So, I have a txt file that has the below content in it:
CREATE EXTERNAL TABLE `table1`(
`tab_id bigint COMMENT 'The unique identifier of thetable')
ROW FORMAT SERDE
*
STORED AS INPUTFORMAT
*
OUTPUTFORMAT
*
LOCATION
*
TBLPROPERTIES (
'transient_lastDdlTime'='1556u3ehw27')
CREATE TABLE `table2`(
`count` bigint)
ROW FORMAT SERDE
*
STORED AS INPUTFORMAT
*
OUTPUTFORMAT
*
LOCATION
'hdfs://path/'
TBLPROPERTIES (
'transient'='15407')
As you can see, after each table's DDL, there is no ; at the end of it.I am trying to write a program that inserts a ; after each one of the tables DDL's. So the output should be like:
CREATE EXTERNAL TABLE `table1`(
`tab_id bigint COMMENT 'The unique identifier of thetable')
ROW FORMAT SERDE
*
STORED AS INPUTFORMAT
*
OUTPUTFORMAT
*
LOCATION
*
TBLPROPERTIES (
'transient_lastDdlTime'='1556u3ehw27');
CREATE TABLE `table2`(
`count` bigint)
ROW FORMAT SERDE
*
STORED AS INPUTFORMAT
*
OUTPUTFORMAT
*
LOCATION
'hdfs://path/'
TBLPROPERTIES (
'transient'='15407');
There are two ways I have tried this. (1) By adding it the the DDL creation script and a python program.

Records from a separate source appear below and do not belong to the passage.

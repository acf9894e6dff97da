import type { GivenValue, Quantity } from '../calc/quantity.ts';
import type { Recorder } from '../calc/recorder.ts';
import { placeFormulas } from '../standards/aisc360-22/e2.ts';
import type { BayLoad } from '../standards/elastic-theory/bay.ts';
import { distance } from './geometry.ts';
import { samePlace } from './resolve-restraints.ts';
import type { ResolvedCombination, ResolvedLoad, ResolvedMember } from './resolved.ts';
import { type Bay, type Places, placeQuantity } from './restraint-lines.ts';

const KIND = { uniform: 'uniform', linear: 'linear', point: 'point' } as const;
const HEIGHT = {
  top: 'at the top flange',
  centre: 'at the shear centre',
  bottom: 'at the bottom flange',
} as const;

/** A load with its lines; `from` and `to` are null at the ends of the member. */
interface LoadLines {
  readonly load: ResolvedLoad;
  readonly w: readonly [Quantity, Quantity] | null;
  readonly W: Quantity | null;
  readonly from: Quantity | null;
  readonly to: Quantity | null;
}

/** The loads of one plane as given lines. */
export function loadLines(
  r: Recorder,
  c: ResolvedCombination,
  axis: 'x' | 'y',
): readonly LoadLines[] {
  return c.loads
    .filter((load) => load.axis === axis)
    .map((load): LoadLines => {
      const at = `given/${axis}/${load.id}`;
      const name = `Load ${load.id.replace('load', '')}, ${KIND[load.kind]}`;
      const place = (key: string, symbol: string, given: GivenValue, words: string) =>
        r.given(`${at}/${key}`, symbol, 'length', given, { title: `${name}: ${words} end A` });
      if (axis === 'x') {
        const { source, confirmed } =
          load.kind === 'uniform' ? load.w : load.kind === 'point' ? load.W : load.wFrom;
        const title = `Load ${load.id.replace('load', '')} acts`;
        r.statement(`${at}/height`, HEIGHT[load.height], source, confirmed, { title });
      }
      if (load.kind === 'point')
        return {
          load,
          w: null,
          W: r.given(`${at}/W`, 'W', 'force', load.W, { title: name }),
          from: place('at', 'z', load.at, 'distance from'),
          to: null,
        };
      const w = (key: string, symbol: string, given: GivenValue, title: string) =>
        r.given(`${at}/${key}`, symbol, 'lineLoad', given, { title });
      const both: readonly [Quantity, Quantity] =
        load.kind === 'uniform'
          ? twice(w('w', 'w', load.w, name))
          : [
              w('wFrom', 'wa', load.wFrom, `${name}, where it starts`),
              w('wTo', 'wb', load.wTo, `${name}, where it ends`),
            ];
      return {
        load,
        w: both,
        W: null,
        from: load.reach && place('from', 'za', load.reach.from, 'it starts, distance from'),
        to: load.reach && place('to', 'zb', load.reach.to, 'it ends, distance from'),
      };
    });
}

const twice = (q: Quantity): readonly [Quantity, Quantity] => [q, q];

/** What cutting loads at the bays needs beside them. */
export interface Cutting {
  readonly member: ResolvedMember;
  readonly L: Quantity;
  readonly places: Places;
  /** The start of places, zero; written once where a load needs it. */
  readonly start: () => Quantity;
}

/** The part of each load that lies in a bay, places measured from the bay's start. */
export function loadsOfBay(
  r: Recorder,
  bay: Bay,
  loads: readonly LoadLines[],
  q: Cutting,
): readonly BayLoad[] {
  const [z0, z1] = [distance(bay.from, q.member), distance(bay.to, q.member)];
  const length = q.L.value;
  const same = (a: number, b: number) => samePlace(a, b, length);
  return loads.flatMap(({ load, w, W, from, to }): BayLoad[] => {
    const local = (z: Quantity): Quantity => {
      const za = placeQuantity(q.places, bay.from);
      return za
        ? r.formula(
            placeFormulas.local,
            `given/${load.axis}/${load.id}/${z.ref.split('/').at(-1)}`,
            { z, za },
          )
        : z;
    };
    if (W && from) {
      const inside = from.value > z0 && from.value < z1;
      return inside && !same(from.value, z0) && !same(from.value, z1)
        ? [{ kind: 'point', W, at: local(from) }]
        : [];
    }
    if (!w) return [];
    const [f, t] = [from?.value ?? 0, to?.value ?? length];
    const cutFrom = f < z0 || same(f, z0);
    const cutTo = t > z1 || same(t, z1);
    const [a, b] = [cutFrom ? z0 : f, cutTo ? z1 : t];
    if (b <= a || same(a, b)) return [];
    const start = cutFrom || !from ? q.start() : local(from);
    const end = cutTo || !to ? bay.L1 : local(to);
    if (load.kind === 'uniform') return [{ kind: 'uniform', w: w[0], from: start, to: end }];
    const at = (place: 'a' | 'b', given: Quantity, z: number, own: number): Quantity => {
      if (same(z, own)) return given;
      const cut = placeQuantity(q.places, place === 'a' ? bay.from : bay.to);
      return r.formula(placeFormulas.intensity, `given/${load.axis}/${load.id}/w${place}`, {
        ...{ wa: w[0], wb: w[1], za: from ?? q.start(), zb: to ?? q.L },
        z: cut ?? (place === 'a' ? q.start() : q.L),
      });
    };
    return [
      {
        kind: 'linear',
        ...{ wa: at('a', w[0], a, f), wb: at('b', w[1], b, t), from: start, to: end },
      },
    ];
  });
}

Below is my DDL creation .sh script which runs through my database's tables and generates a single file for all the tables within a database.I tried to use the cat function shown below on the last line(# cat...) to do that but kept receiving errors.
hiveDBName=my_db;
showcreate="show create table "
showpartitions="show partitions "
terminate=";"
tables=`hive -e "use $hiveDBName;show tables;"`
tab_list=`echo "${tables}"`
rm -f ${hiveDBName}_all_table_partition_DDL.sql
for list in $tab_list
do
echo "Generating table script for " ${hiveDBName}.${list}
showcreatetable=${showcreatetable}${showcreate}${hiveDBName}.${list}${terminate}
done
echo " ====== Create Tables ======= : " $showcreatetable
##Remove the file
rm -f ${hiveDBName}_extract_all_tables.txt
hive -e "use $hiveDBName; ${showcreatetable}" > /home/path/filter_ddls/aa.sql
grep -v "WARN" /home/path/filter_ddls/aa.sql >/home/path/hive_db_ddls/${hiveDBName}_extract_all_tables.sql
# cat a1.sql + ";\n\n" >> ${hiveDBName}_extract_all_tables.sql
Below is my Python program but the output of this method adds ; only after tblproperties which skips certain tables.
import re
f = open("/home/path/ddl.sql", 'rt', encoding='latin-1').read()
with open("/home/path/new_ddl.sql","w") as output:
output.write(re.sub(r'(TBLPROPERTIES \(.*?\))', r'\1;', f, flags=re.DOTALL))
Any ideas or suggestion to make this happen? Preferable the first option (the .sh script).